### [Task instructions]
Lines before the one containing "went into service." are not wanted. Transcribe that line and all after it exactly, to the end of the entries.

Stored data entries:
################

fn decision(
    raw: &RawDecision,
    file: &Path,
    text: &str,
    errors: &mut Vec<LocatedError>,
) -> DecisionRule {
    let mut bad = |span: std::ops::Range<usize>, message: String| {
        errors.push(LocatedError {
            location: Location::of_span(file, text, &span),
            message,
        })
    };
    let rule = match raw.rule.get_ref().as_str() {
        "simple" => Rule::Simple,
        "guard-band" => match &raw.guard_band {
            Some(m) if m.get_ref().is_finite() && *m.get_ref() > 0.0 && *m.get_ref() <= 5.0 => {
                Rule::GuardBand {
                    multiple_of_u: *m.get_ref(),
                }
            }
            Some(m) => {
                bad(
                    m.span(),
                    format!("decision.guard_band = {}: expected a multiple of U above 0 and at most 5 (1 keeps the false-accept risk under 2.5 %)", m.get_ref()),
                );
                Rule::Simple
            }
            None => {
                bad(
                    raw.rule.span(),
                    "decision.rule = \"guard-band\" needs guard_band, the band as a multiple of U (e.g. 1.0)".into(),
                );
                Rule::Simple
            }
        },
        "specific-risk" => match raw
            .max_false_accept
            .as_ref()
            .map(|v| (v, units::parse(v.get_ref())))
        {
            Some((_, Ok(units::Quantity::Percent(p)))) if p > 0.0 && p < 50.0 => {
                Rule::SpecificRisk {
                    max_false_accept: p / 100.0,
                }
            }
            Some((v, _)) => {
                bad(
                    v.span(),
                    format!("decision.max_false_accept = \"{}\": expected a percentage above 0 and under 50, e.g. \"2.5%\"", v.get_ref()),
                );
                Rule::Simple
            }
            None => {
                bad(
                    raw.rule.span(),
                    "decision.rule = \"specific-risk\" needs max_false_accept, e.g. \"2.5%\""
                        .into(),
                );
                Rule::Simple
            }
        },
        other => {
            bad(
                raw.rule.span(),
                format!("decision.rule = \"{other}\": expected \"simple\", \"guard-band\" or \"specific-risk\""),
            );
            Rule::Simple
        }
    };
    let in_band = match raw
        .in_guard_band
        .as_ref()
        .map(|v| (v, v.get_ref().as_str()))
    {
        None | Some((_, "conditional")) => InBand::Conditional,
        Some((_, "retest")) => InBand::Retest,
        Some((v, other)) => {
            bad(
                v.span(),
                format!(
                    "decision.in_guard_band = \"{other}\": expected \"conditional\" or \"retest\""
                ),
            );
            InBand::Conditional
        }
    };
    let max_u_to_bin = match &raw.max_u_to_bin {
        Some(r) if r.get_ref().is_finite() && *r.get_ref() > 0.0 && *r.get_ref() <= 1.0 => {
            Some(*r.get_ref())
        }
        Some(r) => {
            bad(
                r.span(),
                format!("decision.max_u_to_bin = {}: expected a ratio above 0 and at most 1 (0.25: U at most a quarter of the bin's half-width)", r.get_ref()),
            );
            None
        }
        None => None,
    };
    DecisionRule {
        rule,
        in_band,
        max_u_to_bin,
    }
}

#[derive(Debug, Deserialize)]
#[serde(deny_unknown_fields)]
struct RawSchedule {
    /// "interval" or "ieee-450".
    rule: Spanned<String>,
    /// The shop's interval, e.g. "92d" or "13w".
    interval: Option<Spanned<String>>,
    /// Expected service life for IEEE 450, e.g. "20y".
    service_life: Option<Spanned<String>>,
    /// Pack id → the date it went into service.
    #[serde(default)]
    in_service: BTreeMap<String, Spanned<toml::value::Datetime>>,
}

/// The default interval of the fleet view, days.
pub const DEFAULT_INTERVAL_DAYS: i64 = 92;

################

### [Reply]
    /// Pack id → the date it went into service.
    #[serde(default)]
    in_service: BTreeMap<String, Spanned<toml::value::Datetime>>,
}

/// The default interval of the fleet view, days.
pub const DEFAULT_INTERVAL_DAYS: i64 = 92;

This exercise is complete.